▸ What you have to do
Whenever "deriving" appears in a line of the entries below, that line counts; give the total only.

━━━━━ Data under study ━━━━━

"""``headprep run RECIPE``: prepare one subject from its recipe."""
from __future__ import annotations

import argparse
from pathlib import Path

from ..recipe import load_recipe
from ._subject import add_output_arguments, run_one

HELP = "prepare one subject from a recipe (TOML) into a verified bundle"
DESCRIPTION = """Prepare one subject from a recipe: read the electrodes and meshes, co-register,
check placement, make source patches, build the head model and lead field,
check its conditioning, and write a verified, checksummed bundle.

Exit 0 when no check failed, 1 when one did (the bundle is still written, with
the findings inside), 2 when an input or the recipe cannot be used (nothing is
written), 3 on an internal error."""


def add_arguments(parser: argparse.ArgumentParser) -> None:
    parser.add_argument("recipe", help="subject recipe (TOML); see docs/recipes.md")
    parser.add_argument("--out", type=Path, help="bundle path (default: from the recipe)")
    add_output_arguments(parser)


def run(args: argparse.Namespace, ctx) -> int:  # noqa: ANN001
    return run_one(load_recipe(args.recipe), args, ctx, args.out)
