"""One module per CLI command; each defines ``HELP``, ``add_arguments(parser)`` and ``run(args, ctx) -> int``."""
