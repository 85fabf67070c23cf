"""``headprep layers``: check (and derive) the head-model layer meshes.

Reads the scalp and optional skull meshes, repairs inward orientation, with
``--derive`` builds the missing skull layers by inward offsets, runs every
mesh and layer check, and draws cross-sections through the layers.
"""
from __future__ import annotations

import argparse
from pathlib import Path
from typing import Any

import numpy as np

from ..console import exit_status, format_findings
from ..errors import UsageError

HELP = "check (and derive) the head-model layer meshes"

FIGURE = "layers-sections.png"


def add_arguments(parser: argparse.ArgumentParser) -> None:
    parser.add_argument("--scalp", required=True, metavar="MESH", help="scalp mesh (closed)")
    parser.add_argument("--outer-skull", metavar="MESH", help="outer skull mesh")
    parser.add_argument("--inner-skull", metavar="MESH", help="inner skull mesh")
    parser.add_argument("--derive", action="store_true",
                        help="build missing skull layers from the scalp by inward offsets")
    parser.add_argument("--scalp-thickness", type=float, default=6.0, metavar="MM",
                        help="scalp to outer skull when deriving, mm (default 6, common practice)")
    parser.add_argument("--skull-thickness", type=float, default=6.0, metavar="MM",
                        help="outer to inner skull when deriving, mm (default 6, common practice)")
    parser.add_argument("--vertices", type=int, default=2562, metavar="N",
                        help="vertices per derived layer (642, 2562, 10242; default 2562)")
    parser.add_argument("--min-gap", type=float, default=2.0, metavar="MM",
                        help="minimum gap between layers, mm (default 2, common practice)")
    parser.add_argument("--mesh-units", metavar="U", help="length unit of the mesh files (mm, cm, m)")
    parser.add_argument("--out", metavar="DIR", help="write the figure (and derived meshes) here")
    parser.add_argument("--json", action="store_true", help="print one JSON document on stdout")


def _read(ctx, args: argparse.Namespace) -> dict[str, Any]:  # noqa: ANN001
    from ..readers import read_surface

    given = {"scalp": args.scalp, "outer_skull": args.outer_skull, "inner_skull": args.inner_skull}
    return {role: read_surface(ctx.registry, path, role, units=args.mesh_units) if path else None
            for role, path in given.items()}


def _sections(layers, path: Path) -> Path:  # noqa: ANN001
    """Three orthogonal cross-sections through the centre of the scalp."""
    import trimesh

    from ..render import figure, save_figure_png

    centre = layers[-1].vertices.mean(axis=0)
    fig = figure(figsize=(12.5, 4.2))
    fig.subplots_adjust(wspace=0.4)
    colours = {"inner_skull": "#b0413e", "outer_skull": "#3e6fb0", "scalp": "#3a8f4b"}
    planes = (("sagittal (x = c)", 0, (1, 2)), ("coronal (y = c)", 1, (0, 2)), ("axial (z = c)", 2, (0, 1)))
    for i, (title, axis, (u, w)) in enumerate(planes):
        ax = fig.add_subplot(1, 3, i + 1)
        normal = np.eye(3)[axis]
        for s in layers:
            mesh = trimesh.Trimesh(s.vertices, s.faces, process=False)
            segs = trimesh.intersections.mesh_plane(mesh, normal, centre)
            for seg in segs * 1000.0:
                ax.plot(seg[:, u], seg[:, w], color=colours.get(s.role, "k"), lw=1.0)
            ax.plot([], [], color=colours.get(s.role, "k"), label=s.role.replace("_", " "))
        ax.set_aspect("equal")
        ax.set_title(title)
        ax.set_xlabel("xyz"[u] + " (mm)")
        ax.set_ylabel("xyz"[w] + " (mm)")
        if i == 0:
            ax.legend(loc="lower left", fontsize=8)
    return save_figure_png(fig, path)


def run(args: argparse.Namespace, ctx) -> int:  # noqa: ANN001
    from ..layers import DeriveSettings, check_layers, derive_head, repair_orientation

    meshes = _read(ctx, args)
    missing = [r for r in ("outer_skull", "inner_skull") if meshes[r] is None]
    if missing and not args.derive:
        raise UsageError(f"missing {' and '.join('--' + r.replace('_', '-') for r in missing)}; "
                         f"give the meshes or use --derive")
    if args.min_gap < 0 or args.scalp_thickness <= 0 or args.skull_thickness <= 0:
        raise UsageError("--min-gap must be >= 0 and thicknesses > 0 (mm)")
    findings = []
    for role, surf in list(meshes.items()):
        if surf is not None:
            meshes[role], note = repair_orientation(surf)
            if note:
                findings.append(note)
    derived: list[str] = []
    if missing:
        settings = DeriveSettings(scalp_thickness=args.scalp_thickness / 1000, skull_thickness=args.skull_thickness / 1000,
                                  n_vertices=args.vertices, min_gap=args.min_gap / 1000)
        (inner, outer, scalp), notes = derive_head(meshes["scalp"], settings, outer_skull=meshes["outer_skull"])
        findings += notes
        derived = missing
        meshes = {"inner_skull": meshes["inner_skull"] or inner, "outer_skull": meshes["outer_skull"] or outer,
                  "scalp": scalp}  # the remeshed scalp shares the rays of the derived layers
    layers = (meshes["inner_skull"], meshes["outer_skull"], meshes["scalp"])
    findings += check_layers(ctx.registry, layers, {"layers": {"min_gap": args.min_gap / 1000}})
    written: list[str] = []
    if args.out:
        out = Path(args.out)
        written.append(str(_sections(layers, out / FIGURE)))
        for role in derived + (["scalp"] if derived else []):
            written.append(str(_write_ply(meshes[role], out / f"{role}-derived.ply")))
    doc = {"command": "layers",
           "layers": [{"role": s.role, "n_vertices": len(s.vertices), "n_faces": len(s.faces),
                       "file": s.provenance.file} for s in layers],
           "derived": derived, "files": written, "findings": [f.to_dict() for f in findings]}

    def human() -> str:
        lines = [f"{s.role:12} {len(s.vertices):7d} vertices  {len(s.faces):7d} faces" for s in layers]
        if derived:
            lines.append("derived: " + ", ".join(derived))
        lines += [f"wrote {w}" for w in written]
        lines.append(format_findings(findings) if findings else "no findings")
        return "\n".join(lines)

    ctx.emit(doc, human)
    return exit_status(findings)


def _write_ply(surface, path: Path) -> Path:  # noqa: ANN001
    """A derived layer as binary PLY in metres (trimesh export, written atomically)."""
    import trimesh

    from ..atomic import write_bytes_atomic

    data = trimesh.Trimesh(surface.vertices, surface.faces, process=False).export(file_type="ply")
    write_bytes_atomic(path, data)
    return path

━━━━━

▸ Solved problem
2